# iPad tethering via USB?



## Tulse (May 26, 2005)

Since Rogers allows iPhones to tether via the USB cable, and since the iPad Camera Connection Kit offers a USB-to-dock-connector adapter, I'm curious if anyone has tried to tether the iPad via the iPhone using a wired connection. I understand that the USB functionality on the iPad is limited, but if this approach worked it would be another way for iPhone users to avoid having to purchase an additional data plan for their iPad.


----------



## Macified (Sep 18, 2003)

Tulse said:


> Since Rogers allows iPhones to tether via the USB cable, and since the iPad Camera Connection Kit offers a USB-to-dock-connector adapter, I'm curious if anyone has tried to tether the iPad via the iPhone using a wired connection. I understand that the USB functionality on the iPad is limited, but if this approach worked it would be another way for iPhone users to avoid having to purchase an additional data plan for their iPad.


No. No. No.
I think this was pretty clearly answered by Steve Jobs at one point. If there is any way the iPad will tether via USB it will be exactly the same way an iPhone does. To a computer so that the computer can use the 3G data. It must be a computer running iTunes if I recall correctly in order to set up. You can't tether an iPhone to another iPhone, you can't tether an iPad to an iPhone, you can't tether an iPhone to an iPad.

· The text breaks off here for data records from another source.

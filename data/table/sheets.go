package table

import (
	"errors"
	"fmt"
	"strings"

	"phaselag/data/place"
	"phaselag/data/workbook"
)

// ReadAll understands a text table, or the sheets of a workbook: the one that
// Settings.Sheet names, else every sheet that has headings which are understood.
// Sheets that are passed over stand among the assumptions of the first table.
func ReadAll(name string, content []byte, s Settings) ([]*Table, error) {
	if !workbook.Is(content) {
		if s.Sheet != "" {
			return nil, &place.Error{File: name, What: fmt.Sprintf("the sheet %q of a file that is no workbook", clip(s.Sheet)), Hint: "leave sheet out"}
		}
		t, err := Read(name, content, s)
		if err != nil {
			return nil, err
		}
		return []*Table{t}, nil
	}
	sheets, err := workbook.Read(content)
	if err != nil {
		return nil, place.At(err, name, 0, 0, "")
	}
	var names []string
	for _, sh := range sheets {
		names = append(names, sh.Name)
	}
	if s.Sheet != "" {
		for _, sh := range sheets {
			if sh.Name == s.Sheet {
				t, err := readSheet(name, sh, s)
				if err != nil {
					return nil, err
				}
				return []*Table{t}, nil
			}
		}
		hint := "sheets: " + strings.Join(names, ", ")
		if near := place.Nearest(s.Sheet, names); near != "" {
			hint = fmt.Sprintf("did you mean %q?", near)
		}
		return nil, &place.Error{File: name, What: fmt.Sprintf("no sheet has the name %q", clip(s.Sheet)), Hint: hint}
	}
	var out []*Table
	var first error
	var passed []string
	for _, sh := range sheets {
		t, err := readSheet(name, sh, s)
		if err != nil {
			if first == nil {
				first = err
			}
			passed = append(passed, fmt.Sprintf("%q", sh.Name))
			continue
		}
		out = append(out, t)
	}
	if len(out) == 0 {
		if first == nil {
			first = &place.Error{File: name, What: "a workbook without a sheet"}
		}
		return nil, first
	}
	if len(passed) > 0 {
		out[0].Assumptions = append(out[0].Assumptions, fmt.Sprintf("sheets without headings that are understood were passed over: %s", strings.Join(passed, ", ")))
	}
	return out, nil
}

// readSheet understands one sheet.
func readSheet(name string, sheet workbook.Sheet, s Settings) (*Table, error) {
	t := &Table{File: name, Sheet: sheet.Name, Encoding: "workbook", Separator: "cells"}
	var cells [][]Cell
	for i, r := range sheet.Rows {
		var row []Cell
		for j, text := range r {
			row = append(row, Cell{Text: tidy(text), Line: i + 1, Column: j + 1})
		}
		for len(row) > 0 && row[len(row)-1].Text == "" {
			row = row[:len(row)-1]
		}
		cells = append(cells, row)
	}
	fail := func(err error) (*Table, error) {
		return nil, t.Placed(place.At(err, name, 0, 0, ""))
	}
	body, err := t.head(cells, s)
	if err != nil {
		return fail(err)
	}
	if err := t.body(body, s); err != nil {
		return fail(err)
	}
	if t.Decimal, err = findDecimal(t.Rows, s.Decimal); err != nil {
		return fail(err)
	}
	if err := t.unpivot(t.wide); err != nil {
		return fail(err)
	}
	return t, nil
}

// Placed writes the places in a table of a workbook as sheet and cell.
func (t *Table) Placed(err error) error {
	if t.Sheet == "" || err == nil {
		return err
	}
	for _, one := range place.All(err) {
		var e *place.Error
		if !errors.As(one, &e) || e.File != t.File || e.Sheet != "" {
			continue
		}
		e.Sheet = t.Sheet
		if e.Line > 0 {
			e.Cell = workbook.Cell(e.Line, max(e.Column, 1))
		}
		e.Line, e.Column = 0, 0
	}
	return err
}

The only way to use your iPhone data plan with your iPad is to jailbreak your iPhone and purchase/install mywi or similar application which turns your iPhone into a wireless router. 3G data in > wifi data out. Works from my iPhone to Windows OS laptops, Mac OS laptops, other iPhones, and iPads (I haven't done this with my iPad as it is traveling right now). You are creating a wireless hotspot to which any wifi capable device can connect.


----------



## iJayTee (Apr 20, 2010)

There's another way, iBluever

It enables iPod touch and the wifi iPad to tether though Bluetooth. In this case you need to JB the iPad, not the phone.

The functionality for Bluetooth tethering is there. It's just not officially turned on.


----------



## Tulse (May 26, 2005)

Macified said:


> I think this was pretty clearly answered by Steve Jobs at one point.


It was answered when a) tethering wasn't (isn't) permitted in the US, and b) the iPad was not available outside the US. In other words, this wasn't necessarily a technical statement. And we also know that people have discovered the Camera Connector allows various other non-camera-related USB functionality (such as microphones and keyboards). My question was, regardless of statements made whenever, has anyone with an iPad and a tether-capable iPhone actually _tried_ tethering via USB?


----------



## Guest (May 20, 2010)

I haven't tried tethering like you are talking about because I don't (yet) have the camera connection kit but ... it's extremely doubtful it would work without Apple doing some extra steps to "make it so"... i.e. the iPad would have to detect the usb "ethernet" connection, meaning it would need specific drivers for this purpose. If it ever does even become possible to go this route I suspect it won't be before iPhone OS 4.0.


----------



## fyrefly (Apr 16, 2005)

I cannot see Apple letting this happen - this would only happen via some sort of Jailbreak-type scenario. And if you're already jailbreaking to tether your iPhone to your iPad, why not use MyWi? - way easier and way less cumbersome.


----------



## pictor (Jan 29, 2007)

This was the main reason I recently jailbroke my iphone. I wasn't going to bother with jailbreaking, but don't tell me I can't tether my iPad (which I don't have yet, but probably will) when the technology is clearly viable.


----------